History
- Name: 1863–1889: Alexandra; 1889: Elise Schultze; ca. 1899: Amelie;
- Owner: 1863–1889: London and North Western Railway; 1889: F. Schultze, Rostock;
- Operator: 1863–1889: London and North Western Railway
- Port of registry: London
- Builder: John Laird, Birkenhead
- Yard number: 305
- Launched: 1863
- Out of service: 1902
- Identification: British ON 48563
- Fate: Stranded 1902

General characteristics
- Tonnage: 703 gross register tons (GRT)
- Length: 226.6 ft (69.1 m)
- Beam: 28.3 ft (8.6 m)
- Draught: 16 ft (4.9 m)

= PS Alexandra (1863) =

British steamship

PS Alexandra was a paddle steamer passenger vessel operated by the London and North Western Railway from 1863 to 1889.

==History==

She was built by John Laird, Birkenhead for the London and North Western Railway in 1863. He maiden voyage was on Saturday 28 November 1863 when she sailed from Holyhead to Dublin Quay in 4 hours 20 minutes. The return journey took 4 hours 36 minutes. The report in the Liverpool Mercury on 1 December 1863 states that this was the fastest crossing to date.

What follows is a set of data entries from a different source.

import { eq } from 'drizzle-orm';
import type { Browser, Page } from 'playwright-core';
import { afterAll, beforeAll, describe, expect, it } from 'vitest';
import { addDays, dayOf } from '@/core/day-time';
import { closeDatabase, reader, useDatabase } from '@/db/client';
import { memberships, outbox, sits, stands, users } from '@/db/schema';
import { DEMO_SLUG } from '@/features/demo/build-demo';
import { DEMO_PLACE } from '@/features/demo/demo-place';
import { axeFindings, DESKTOP, keepPicture, launchBrowser, newVisitor, PHONE, type Visitor } from '../helpers/browser';
import { type ServedApp, serveApp } from '../helpers/serve-app';
import { signInDemo } from '../helpers/sign-in';

const CLUB = `/clubs/${DEMO_SLUG}`;
const today = dayOf(Date.now(), DEMO_PLACE.zone);

let app: ServedApp;
let browser: Browser;
let member: Visitor;
let steward: Visitor;

const looksRight = async (page: Page, name: string) => {
  expect(await axeFindings(page), name).toEqual([]);
  const wide = await page.evaluate(() => document.documentElement.scrollWidth > document.documentElement.clientWidth);
  expect(wide, `${name} is wider than the window`).toBe(false);
  await keepPicture(page, name);
};

/** Pages of a PDF: each has one page object (ISO 32000-1, 7.7.3.3). */
const pagesOf = (pdf: Buffer) => (pdf.toString('latin1').match(/\/Type\s*\/Page(?!s)/g) ?? []).length;

/** A booked sit that has not begun, with its stand and its member. */
async function comingSit() {
  const rows = await reader()
    .select({
      id: sits.id,
      startAt: sits.startAt,
      day: sits.day,
      standId: sits.standId,
      stand: stands,
      name: users.name,
      email: users.email,
    })
    .from(sits)
    .innerJoin(stands, eq(stands.id, sits.standId))
    .innerJoin(memberships, eq(memberships.id, sits.memberId))
    .innerJoin(users, eq(users.id, memberships.userId))
    .where(eq(sits.status, 'booked'));
  const row = rows
    .filter(({ startAt, day }) => startAt > Date.now() && day > addDays(today, 1))
    .sort((a, b) => a.startAt - b.startAt)[0];
  if (!row) throw new Error('The demo has no sit to come.');
  return row;
}

beforeAll(async () => {
  app = await serveApp({ seed: true });
  await useDatabase(app.databaseUrl);
  browser = await launchBrowser();
  member = await newVisitor(browser, app.url, PHONE);
  steward = await newVisitor(browser, app.url, DESKTOP);
  await signInDemo(member.page, 'odalys');
  await signInDemo(steward.page, 'abel');
});

afterAll(async () => {
  await browser?.close();
  await closeDatabase();
  await app?.stop();
});

describe('the gate sheet', () => {
  it('fits a phone, and prints on one or two sheets of paper without the frame of the screen', async () => {
    const { page } = member;
    const { day } = await comingSit();
    await page.goto(`${CLUB}/board`);
    await page.getByRole('link', { name: 'Gate sheet' }).click();
    await page.getByRole('heading', { name: 'Gate sheet' }).waitFor();
    await page.goto(`${CLUB}/board/gate-sheet?day=${day}`);
    await page.getByRole('heading', { name: 'Who is where' }).waitFor();
    await looksRight(page, 'gate-sheet-phone');
    await steward.page.goto(`${CLUB}/board/gate-sheet?day=${day}`);
    await looksRight(steward.page, 'gate-sheet-desk');
    await steward.page.emulateMedia({ media: 'print' });
    await expect.poll(() => steward.page.getByRole('button', { name: 'Print or save as PDF' }).isVisible()).toBe(false);
    expect(await steward.page.getByRole('navigation').first().isVisible()).toBe(false);
    expect(await steward.page.getByText('no rescue service').isVisible()).toBe(true);
    // As wide as the paper, without the rail's column.
    expect((await steward.page.getByRole('article').boundingBox())?.width).toBeGreaterThan(900);
    for (const format of ['Letter', 'A4']) {
      const margin = { top: '12mm', bottom: '12mm', left: '12mm', right: '12mm' };
      const pdf = await steward.page.pdf({ format, margin });
      expect(pagesOf(pdf), format).toBeGreaterThanOrEqual(1);
      expect(pagesOf(pdf), format).toBeLessThanOrEqual(2);
    }
    await keepPicture(steward.page, 'gate-sheet-print');
    await steward.page.emulateMedia({ media: null });
  });
});

describe('chores', () => {
  it('are taken and done on a phone', async () => {
    const { page } = member;
    await page.goto(`${CLUB}/chores`);
    await page.getByRole('heading', { name: 'To do' }).waitFor();
    await looksRight(page, 'chores-phone');
    await page.getByRole('button', { name: /Take it.*Paint names/ }).click();
    await page.getByText('It is yours', { exact: true }).waitFor();
    await page.getByRole('button', { name: /Mark done.*Paint names/ }).click();
    const dialog = page.getByRole('dialog');
    await dialog.locator('form[data-ready]').waitFor();
    await dialog.getByRole('button', { name: 'Mark done' }).click();
    await dialog.getByText('Hours is needed.').first().waitFor();
    await dialog.getByLabel('Hours').fill('1.5');
    await looksRight(page, 'chore-done-phone');
    await dialog.getByRole('button', { name: 'Mark done' }).click();
    await dialog.waitFor({ state: 'detached' });
    await page.getByText(/Paint names on the parking signs.*1\.5 h/).waitFor();
  });

  it('show a steward everything at a desk', async () => {
    const { page } = steward;
    for (const [path, name] of [
      ['chores', 'chores-desk'],
      ['chores/new', 'chore-new-desk'],
      ['chores/work-days/new', 'work-day-new-desk'],
    ]) {
      await page.goto(`${CLUB}/${path}`);
      await looksRight(page, name ?? '');
    }
  });
});

describe('an inspection', () => {
  it('that finds something unsafe closes the stand and mails whoever is booked there', async () => {
    const { page } = steward;
    const sit = await comingSit();
    await page.goto(`${CLUB}/chores/stands/${sit.standId}`);
    await page.getByRole('link', { name: 'Inspect it now' }).first().click();
    await page.locator('form[data-ready]').waitFor();
    await looksRight(page, 'inspect-desk');
    await page.setViewportSize(PHONE);
    await looksRight(page, 'inspect-phone');
    await page.setViewportSize(DESKTOP);
    for (const good of await page.getByRole('radio', { name: 'Good' }).all()) await good.check();
    await page.getByRole('group', { name: 'Seat' }).getByRole('radio', { name: 'Unsafe' }).check();
    await page.getByRole('radio', { name: /^Pass/ }).check();
    await page.getByRole('button', { name: 'Save inspection' }).click();
    await page.getByText('Something is marked unsafe: the result must be closed.').first().waitFor();
    await page.getByRole('radio', { name: /^Closed/ }).check();
    await page.getByRole('textbox', { name: 'Notes' }).fill('Seat bolt sheared');
    await page.getByRole('button', { name: 'Save inspection' }).click();
    await page.getByText('Closed by an inspection').waitFor();
    await looksRight(page, 'inspected-desk');
    const mails = await reader().select().from(outbox).where(eq(outbox.kind, 'stand.closed'));
    expect(mails.map(({ toEmail }) => toEmail)).toContain(sit.email);
    await member.page.goto(`${CLUB}/board/gate-sheet?day=${sit.day}`);
    await member.page.getByText(`${sit.stand.name}: Inspection: Seat bolt sheared (until opened again)`).waitFor();
  });
});

describe('notices', () => {
  it('are chosen on a phone and kept', async () => {
    const { page } = member;
    await page.goto(`${CLUB}/notices`);
    await page.locator('form[data-ready]').waitFor();
    await looksRight(page, 'notices-phone');
    await page.getByRole('checkbox', { name: /letter each Thursday/ }).check();
    await page.getByLabel('Nothing after').fill('22:15');
    await page.getByRole('button', { name: 'Save' }).click();
    await page.getByText('Your choice is kept', { exact: true }).waitFor();
    await page.reload();
    await page.locator('form[data-ready]').waitFor();
    expect(await page.getByRole('checkbox', { name: /letter each Thursday/ }).isChecked()).toBe(true);
    expect(await page.getByLabel('Nothing after').inputValue()).toBe('22:15');
  });

  it('lead to a page on which a sit is moved', async () => {
    const { page } = steward;
    const own = (
      await reader()
        .select({ id: sits.id, startAt: sits.startAt, status: sits.status, email: users.email })
        .from(sits)
        .innerJoin(memberships, eq(memberships.id, sits.memberId))
        .innerJoin(users, eq(users.id, memberships.userId))
    ).find(({ email, startAt, status }) => email === 'abel@example.org' && startAt > Date.now() && status === 'booked');
    await page.goto(`${CLUB}/notices/swap/${own?.id ?? 'none'}`);
    await page.getByRole('heading', { name: /Your sit at/ }).waitFor();
    await looksRight(page, 'swap-desk');
    await member.page.goto(`${CLUB}/notices/swap/${own?.id ?? 'none'}`);
    await member.page.getByRole('heading', { name: 'Not your sit' }).waitFor();
    await looksRight(member.page, 'swap-not-mine-phone');
  });
});

it('left the machine with nothing and printed no error', () => {
  expect([...member.troubles, ...steward.troubles]).toEqual([]);
});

On 5 August 1886 she was in collision with the Mail Steamer Munster of the City of Dublin Steam Packet Company in the Irish Sea. On Wednesday 26 October 1887, she was involved in another accident when leaving Holyhead port she was struck by large waves in the side which drove in the bulkheads. One man, John Fleming of Lavallyroe, County Mayo, was crushed to death and three others were seriously injured.

Sold in 1889 to F Schultze, Rostock. Converted to a barque and renamed Elise Schultze. On a voyage from Cardiff to Buenos Aires, on 13 October 1890 she put into St. Michael's having suffered an explosion on 10 October.

She was sold in Hamburg in 1896. By 1899 she was owned by Mme Naro Ertaud of St. Nazaire as the Amelie. She was lost by stranding in 1902.